Сегодня Хозяин взял меня в гости в дом, где мы еще никогда не бывали. Там я увидел замечательное чудо: не щенка, а настоящую взрослую собаку, но такую маленькую, что она свободно поместилась бы в молей закрытой пасти, и там ей еще осталось бы довольно места, чтобы покружиться вокруг самой себя, прежде чем лечь. Вся она, со своими тоненькими, шаткими ножками и мокрыми выпуклыми черными глазами, походила на какого-то трясущегося паучка, но – скажу откровенно – более свирепого создания я еще никогда не встречал. Она с ожесточением накинулась на меня и закричала пронзительно: "Вон из моего дома! Вон сию же минуту! Иначе я растерзаю на части! Оторву хвост и голову! Вон! От тебя улицей пахнет!" И она еще прибавила несколько таких слов, что… Я испугался, пробовал залезть под диван, но прошла только голова, и диван поехал по полу, потом я забился в угол. Хозяин смеялся. Я поглядел на него укоризненно. Он ведь сам хорошо знает, что я не отступлю ни перед лошадью, ни перед быком, ни перед медведем. Просто – меня поразило и ужаснуло, что этот крошечный собачий комочек извергает из себя такой огромный запас злости.

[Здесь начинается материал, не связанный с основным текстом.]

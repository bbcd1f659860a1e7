"""A run, a list of runs, and a history as text."""

from __future__ import annotations

import datetime as dt
from collections.abc import Mapping, Sequence
from typing import Any

from kb.cli.render import heading, split_words, table, wrapped
from kb.cli.render_assessment import conditions_line
from kb.plain import excerpt, plain, shortened
from kb.record.run import Run

_HEADS = ("name", "text", "mode", "fate")
"""Fields of a portable value that say what it is, shown first and without their names."""
_UNTOLD = ("smiles", "role", "start_c", "end_c", "between_c", "h")
"""Fields that only repeat what such a field says."""
LONGEST_VALUE = 200
"""Longest old or new value of a history that is shown [characters]; --json shows the whole."""


def render_run(run: Run, reading: str = "") -> str:
    """Return one run in full.

    Args:
        run: to show.
        reading: what its scheme was read as, in words; "" = not told.
    """
    withdrawn = " (withdrawn)" if run.is_withdrawn else ""
    lines = [heading(f"{run.code or 'new run'}{withdrawn}")]
    lines += wrapped(run.scheme, 2)
    lines += _field("read as", reading)
    lines += _field("conditions", conditions_line(run.conditions))
    for label, value in (
        ("atmosphere", run.conditions.atmosphere),
        ("vessel", run.conditions.vessel),
        ("work-up", run.conditions.workup),
        ("conc.", None if run.conditions.conc_molar is None else f"{run.conditions.conc_molar:g} M"),
        ("scale", None if run.conditions.scale_mmol is None else f"{run.conditions.scale_mmol:g} mmol"),
    ):
        lines += _field(label, value)
    lines += _outcome(run)
    when = run.date.isoformat() if run.date else "date not recorded"
    lines += _field("run by", f"{run.by or 'not recorded'}, {when}")
    for label, value in (("reference", run.reference), ("project", run.project), ("series", run.series)):
        lines += _field(label, value)
    if run.note:
        lines += _field("note", run.note)
    for attachment in run.attachments:
        lines += _field("attached", f"{attachment.name} ({attachment.size_bytes:,} bytes)")
    if run.withdrawn_why is not None:
        lines += _field("withdrawn", run.withdrawn_why)
    if run.revision > 1:
        lines += _field("revision", f"{run.revision}; see `history {run.code}`")
    return "\n".join(lines)


def render_runs(runs: Sequence[Run], total: int, first: int) -> str:
    """Return a page of runs, a line each."""
    if not runs:
        return "No runs." if not total else f"No runs on this page; there are {total}."
    rows = [
        (
            run.code or "",
            run.date.isoformat() if run.date else "",
            str(run.verdict or ""),
            split_words(sorted(run.outcome.split.items(), key=lambda p: -p[1]), 1),
            "" if run.outcome.yield_pct is None else f"{run.outcome.yield_pct:.0f} %",
            conditions_line(run.conditions),
        )
        for run in runs
    ]
    lines = table(rows, ("run", "date", "verdict", "main fate", "yield", "conditions"), (7, 10, 7, 15, 5, 26))
    lines.append(f"{first + 1} to {first + len(runs)} of {total}")
    return "\n".join(lines)


def render_history(entries: Sequence[Mapping[str, Any]]) -> str:
    """Return a history, oldest first."""
    lines: list[str] = []
    for entry in entries:
        stamp = dt.datetime.fromisoformat(entry["at"]).strftime("%Y-%m-%d %H:%M UTC")
        lines.append(f"{entry['revision']:>3}  {stamp}  {plain(str(entry['action']))} by {plain(str(entry['who']))}")
        if entry.get("why"):
            lines += wrapped(excerpt(str(entry["why"]), LONGEST_VALUE), 5)
        for change in entry["changed"]:
            lines += wrapped(change_words(change), 5)
    return "\n".join(lines) or "No history."


def change_words(change: Mapping[str, Any]) -> str:
    """Return one changed field in words: "isolated yield pct: 76 → 72"."""
    label = change["field"].rpartition(".")[2].replace("_", " ")
    return f"{label}: {_short(change['from'])} → {_short(change['to'])}"


def _short(value: Any) -> str:
    """Return a portable value in few words: "NaN3, 3 equiv; K2CO3" for a list of components."""
    if value is None or value == []:
        return "not recorded"
    if isinstance(value, list):
        text = "; ".join(_short(item) for item in value)
    elif isinstance(value, dict):
        heads = [str(value[k]) for k in _HEADS if k in value]
        rest = [(k, v) for k, v in value.items() if k not in _HEADS and k not in (_UNTOLD if heads else ())]
        text = ", ".join([*heads, *(f"{k.replace('_', ' ')} {_short(v)}" for k, v in rest)])
    elif isinstance(value, float):
        text = f"{value:g}"
    else:
        text = str(value)
    return shortened(plain(text), LONGEST_VALUE)


def _field(label: str, value: str | None) -> list[str]:
    return wrapped(value, 14, first=f"  {label:<12}") if value else []


def _outcome(run: Run) -> list[str]:
    outcome = run.outcome
    lines = _field("verdict", str(run.verdict) if run.verdict else None)
    for product in outcome.products:
        share = "seen" if product.share is None else f"{100 * product.share:g} %"
        how = f" by {product.method}" if product.method else ""
        lines += wrapped(f"{product.fate} {share}{how} {product.smiles or ''}".strip(), 14, first=f"  {'outcome':<12}")
    for label, value in (
        ("isolated", outcome.isolated_yield_pct),
        ("assay", outcome.assay_yield_pct),
        ("conversion", outcome.conversion_pct),
        ("ee", outcome.ee_pct),
    ):
        lines += _field(label, None if value is None else f"{value:g} %")
    lines += _field("dr", outcome.dr)
    for failure in outcome.failures:
        words = (
            failure.mode
            + (f", {failure.cause}" if failure.cause else "")
            + (f", motif {failure.motif}" if failure.motif else "")
        )
        lines += _field("failed by", words)
    return lines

После Хозяина всех ближе моему собачьему сердцу маленькая – так я зову его дочку. Никому бы, кроме нее, я не простил, если бы вздумали таскать меня за хвост и за уши, садиться на меня верхом или запрягать в повозку. Но я все терплю и, притворяясь, повизгиваю, как трехмесячный щенок. И радостно мне бывает по вечерам лежать неподвижно, когда она, набегавшись за день, вдруг задремлет на ковре, прикорнув головкой у меня на боку. И она, когда мы играем, тоже не обижается, если я иногда махну хвостом и свалю ее с ног.
Иногда мы с нею развозимся, и она начинает хохотать. Я это очень люблю, но сам не умею. Тогда я прыгаю вверх всеми четырьмя лапами и лаю громко, как только могу. И меня обыкновенно вытаскивают за ошейник на улицу. Почему?